» **Exercise materials**:
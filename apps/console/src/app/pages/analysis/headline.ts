/**
 * The result's headline in plain words: what was tested, the decision at the chosen alpha, and how
 * large the departure is (Cohen's w and its conventional size word). A test that does not reject
 * says only that the data could not detect a difference; when the estimated departure is medium or
 * large but the check had little power to see it, it says the check had too few observations.
 */
import { effectSizeWord, formatEffectSize, formatPAt, power, TEST_LABELS, type AnalysisResult } from '@tallyfit/engine';

export interface Headline {
  /** what was tested, e.g. "Do 812 observations in 5 categories match equal shares across the 5 categories?" */
  question: string;
  /** the decision, e.g. "The observed counts differ from what was expected." */
  decision: string;
  /** the evidence, e.g. "Pearson's chi-square: p < .001, below the chosen alpha of 0.05." */
  evidence: string;
  /** the size, e.g. "The departure is medium (w = 0.31)." */
  size: string;
  /** the interval for w, printed to the same digits as w, e.g. "95% interval for w: 0.22 to 0.40" */
  interval?: string;
  differs: boolean;
}

/**
 * Power below which a check is called too small to see a departure of the estimated size
 * (Cohen 1988, Statistical Power Analysis, section 2.4: 0.80 as the conventional target).
 */
export const ADEQUATE_POWER = 0.8;

function sizeSentence(result: AnalysisResult): string {
  const { effectSize, conclusion } = result;
  const w = formatEffectSize(effectSize.w, effectSizeWord).w;
  if (conclusion.significant) return `The departure is ${effectSize.size} (w = ${w}).`;
  const worthSeeing = effectSize.size === 'medium' || effectSize.size === 'large';
  if (worthSeeing && effectSize.w > 0) {
    const achieved = power({ w: effectSize.w, df: result.df, n: result.n, alpha: conclusion.alpha }).power;
    if (achieved < ADEQUATE_POWER) {
      const observations = result.n.toLocaleString('en-US');
      return `The check had too few observations: the estimated departure is ${effectSize.size} (w = ${w}), but with N = ${observations} a departure that large would be detected only ${Math.round(achieved * 100)}% of the time at alpha ${conclusion.alpha}.`;
    }
  }
  return `The estimated departure is ${effectSize.size} (w = ${w}).`;
}

function intervalText(w: number, interval: { low: number; high: number; level: number }): string {
  const shown = formatEffectSize(w, effectSizeWord, interval);
  return `${Number((interval.level * 100).toPrecision(6))}% interval for w: ${shown.low} to ${shown.high}`;
}

export function headlineFor(result: AnalysisResult): Headline {
  const { conclusion, hypothesis } = result;
  const differs = conclusion.significant;
  const observations = `${result.n.toLocaleString('en-US')} ${result.n === 1 ? 'observation' : 'observations'}`;
  return {
    question: `Do ${observations} in ${result.k} categories match ${hypothesis.description}?`,
    decision: differs
      ? 'The observed counts differ from what was expected.'
      : 'These data could not detect a difference from what was expected.',
    evidence: `${TEST_LABELS[conclusion.test].short}: ${formatPAt(conclusion.p, conclusion.alpha)}, ${differs ? 'below' : 'not below'} the chosen alpha of ${conclusion.alpha}.${
      differs ? '' : ' This does not show that the expectation holds.'
    }`,
    size: sizeSentence(result),
    ...(result.effectSize.interval ? { interval: intervalText(result.effectSize.w, result.effectSize.interval) } : {}),
    differs,
  };
}
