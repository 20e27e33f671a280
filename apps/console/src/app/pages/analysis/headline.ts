/**
 * The result's headline in plain words: what was tested, the decision at the chosen alpha, and how
 * large the departure is (Cohen's w and its conventional size word).
 */
import type { AnalysisResult, MainTest } from '@tallyfit/engine';
import { formatP } from '../../core/format/p-value';

export interface Headline {
  /** what was tested, e.g. "Do 812 observations in 5 categories match equal shares across the 5 categories?" */
  question: string;
  /** the decision, e.g. "Yes, the counts differ from what was expected." */
  decision: string;
  /** the evidence, e.g. "Pearson's chi-square: p < .001, below the chosen alpha of 0.05." */
  evidence: string;
  /** the size, e.g. "The departure is medium (w = 0.31)." */
  size: string;
  differs: boolean;
}

export const TEST_TITLES: Record<MainTest, string> = {
  pearson: "Pearson's chi-square",
  g: 'G-test',
  cressieRead: 'Cressie–Read',
  exact: 'Exact multinomial test',
};

export function headlineFor(result: AnalysisResult): Headline {
  const { conclusion, effectSize, hypothesis } = result;
  const differs = conclusion.significant;
  const observations = `${result.n.toLocaleString('en-US')} ${result.n === 1 ? 'observation' : 'observations'}`;
  return {
    question: `Do ${observations} in ${result.k} categories match ${hypothesis.description}?`,
    decision: differs
      ? 'The observed counts differ from what was expected.'
      : 'The observed counts are consistent with what was expected.',
    evidence: `${TEST_TITLES[conclusion.test]}: p ${formatP(conclusion.p)}, ${differs ? 'below' : 'not below'} the chosen alpha of ${conclusion.alpha}.${
      differs ? '' : ' This does not prove the expectation holds.'
    }`,
    size: `The departure is ${effectSize.size} (w = ${effectSize.w.toFixed(2)}).`,
    differs,
  };
}
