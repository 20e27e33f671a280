import { ChangeDetectionStrategy, Component, computed, ElementRef, inject, input, signal } from '@angular/core';
import { MatButtonModule } from '@angular/material/button';
import { MatIconModule } from '@angular/material/icon';
import type { AnalysisResult } from '@tallyfit/engine';
import { NgxEchartsDirective, provideEchartsCore } from 'ngx-echarts';
import { saveChartAsPng, saveChartAsSvg, type SvgChart } from '../../shared/charts/chart-export';
import { themeColours } from '../../shared/charts/theme-colours';
import { residualsChartOptions, RESIDUAL_GUIDE, sharesChartOptions } from './chart-options';

const INTERVAL_NAMES: Record<AnalysisResult['intervals']['method'], string> = {
  wilson: 'Wilson',
  goodman: 'Goodman',
  'quesenberry-hurst': 'Quesenberry–Hurst',
  'sison-glaz': 'Sison–Glaz',
};

/** The result's two charts — shares with intervals, and adjusted residuals — each savable as PNG or SVG. */
@Component({
  selector: 'tf-result-charts',
  imports: [MatButtonModule, MatIconModule, NgxEchartsDirective],
  providers: [provideEchartsCore({ echarts: () => import('../../shared/charts/echarts-parts').then((m) => m.echarts) })],
  templateUrl: './result-charts.html',
  styleUrl: './result-charts.scss',
  changeDetection: ChangeDetectionStrategy.OnPush,
})
export class ResultCharts {
  private readonly host = inject<ElementRef<HTMLElement>>(ElementRef);
  readonly result = input.required<AnalysisResult>();
  /** the start of the saved files' names, e.g. `analysis-12` */
  readonly fileName = input('analysis');

  private readonly colours = themeColours(this.host.nativeElement);
  protected readonly guide = RESIDUAL_GUIDE;
  protected readonly intervalLabel = computed(() => {
    const { method, level } = this.result().intervals;
    return `${Math.round(level * 100)}% ${INTERVAL_NAMES[method]} interval`;
  });
  protected readonly sharesOptions = computed(() => sharesChartOptions(this.result().categories, this.intervalLabel(), this.colours));
  protected readonly residualsOptions = computed(() => residualsChartOptions(this.result().categories, this.colours));
  protected readonly chartHeight = computed(() => Math.max(240, 48 + this.result().categories.length * 36));
  protected readonly problem = signal<string | null>(null);

  private readonly charts = new Map<string, SvgChart>();

  protected register(name: string, chart: unknown): void {
    this.charts.set(name, chart as SvgChart);
  }

  protected saveSvg(name: string): void {
    const chart = this.charts.get(name);
    if (chart) saveChartAsSvg(chart, `${this.fileName()}-${name}`);
  }

  protected savePng(name: string): void {
    const chart = this.charts.get(name);
    if (!chart) return;
    this.problem.set(null);
    saveChartAsPng(chart, `${this.fileName()}-${name}`, this.colours.surface).catch((error: Error) => this.problem.set(error.message));
  }
}
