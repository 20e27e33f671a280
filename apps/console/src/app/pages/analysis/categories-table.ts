import { LowerCasePipe } from '@angular/common';
import { ChangeDetectionStrategy, Component, computed, input } from '@angular/core';
import { categoryCells, categoryHeadings, standsOut, type AnalysisResult } from '@tallyfit/engine';

/**
 * Each category as one row: what was counted against what was expected (count and share), how far
 * apart they are in standard errors (marked where the category stands out), its p and the range for
 * its share. The numbers are the engine's shared cells, so the reports print the same digits.
 */
@Component({
  selector: 'tf-categories-table',
  imports: [LowerCasePipe],
  templateUrl: './categories-table.html',
  styleUrl: './categories-table.scss',
  changeDetection: ChangeDetectionStrategy.OnPush,
})
export class CategoriesTable {
  readonly result = input.required<AnalysisResult>();

  protected readonly headings = computed(() => categoryHeadings(this.result()));
  protected readonly rows = computed(() => {
    const result = this.result();
    const cells = categoryCells(result);
    // The gap bar's scale: the largest gap fills the cell, so the bars compare categories at a glance.
    const widest = Math.max(...result.categories.map((row) => Math.abs(row.adjustedResidual)), 1e-9);
    return result.categories.map((row, index) => ({
      cells: cells[index],
      smallExpected: row.expected < 5,
      // the engine's rule, the same one its write-up uses for the categories that drive a difference
      departure: standsOut(row, result.conclusion.alpha),
      barPercent: (Math.abs(row.adjustedResidual) / widest) * 50,
      barAbove: row.adjustedResidual >= 0,
    }));
  });
  protected readonly adjustWord = computed(
    () => ({ holm: 'Holm-adjusted', bonferroni: 'Bonferroni-adjusted', none: 'unadjusted' })[this.result().posthoc.adjust],
  );
  protected readonly rangeHeading = computed(() => this.headings().intervalLow.replace(/, low$/, ' of the share'));
}
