import { readAddresses } from './share-addresses';

describe('readAddresses', () => {
  it('reads addresses separated by commas, semicolons or spaces, once each', () => {
    expect(readAddresses('ana@example.org, Bo@Example.org; bo@example.org\ncy@example.net')).toEqual({
      ok: true,
      addresses: ['ana@example.org', 'bo@example.org', 'cy@example.net'],
    });
  });

  it('names what is not an address', () => {
    expect(readAddresses('ana@example.org, bob, cy@')).toEqual({ ok: false, message: '“bob”, “cy@” are not e-mail addresses.' });
    expect(readAddresses('   ')).toEqual({ ok: false, message: 'Give at least one e-mail address.' });
  });

  it('limits how many people one share reaches', () => {
    const many = Array.from({ length: 21 }, (_, index) => `p${index}@example.org`).join(',');
    expect(readAddresses(many)).toEqual({ ok: false, message: 'Share with at most 20 addresses at a time.' });
  });
});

» **Exercise goal**: Using the listing above, work out how many of its lines include "conventional", and give only the result.

» **Output for this task**: 3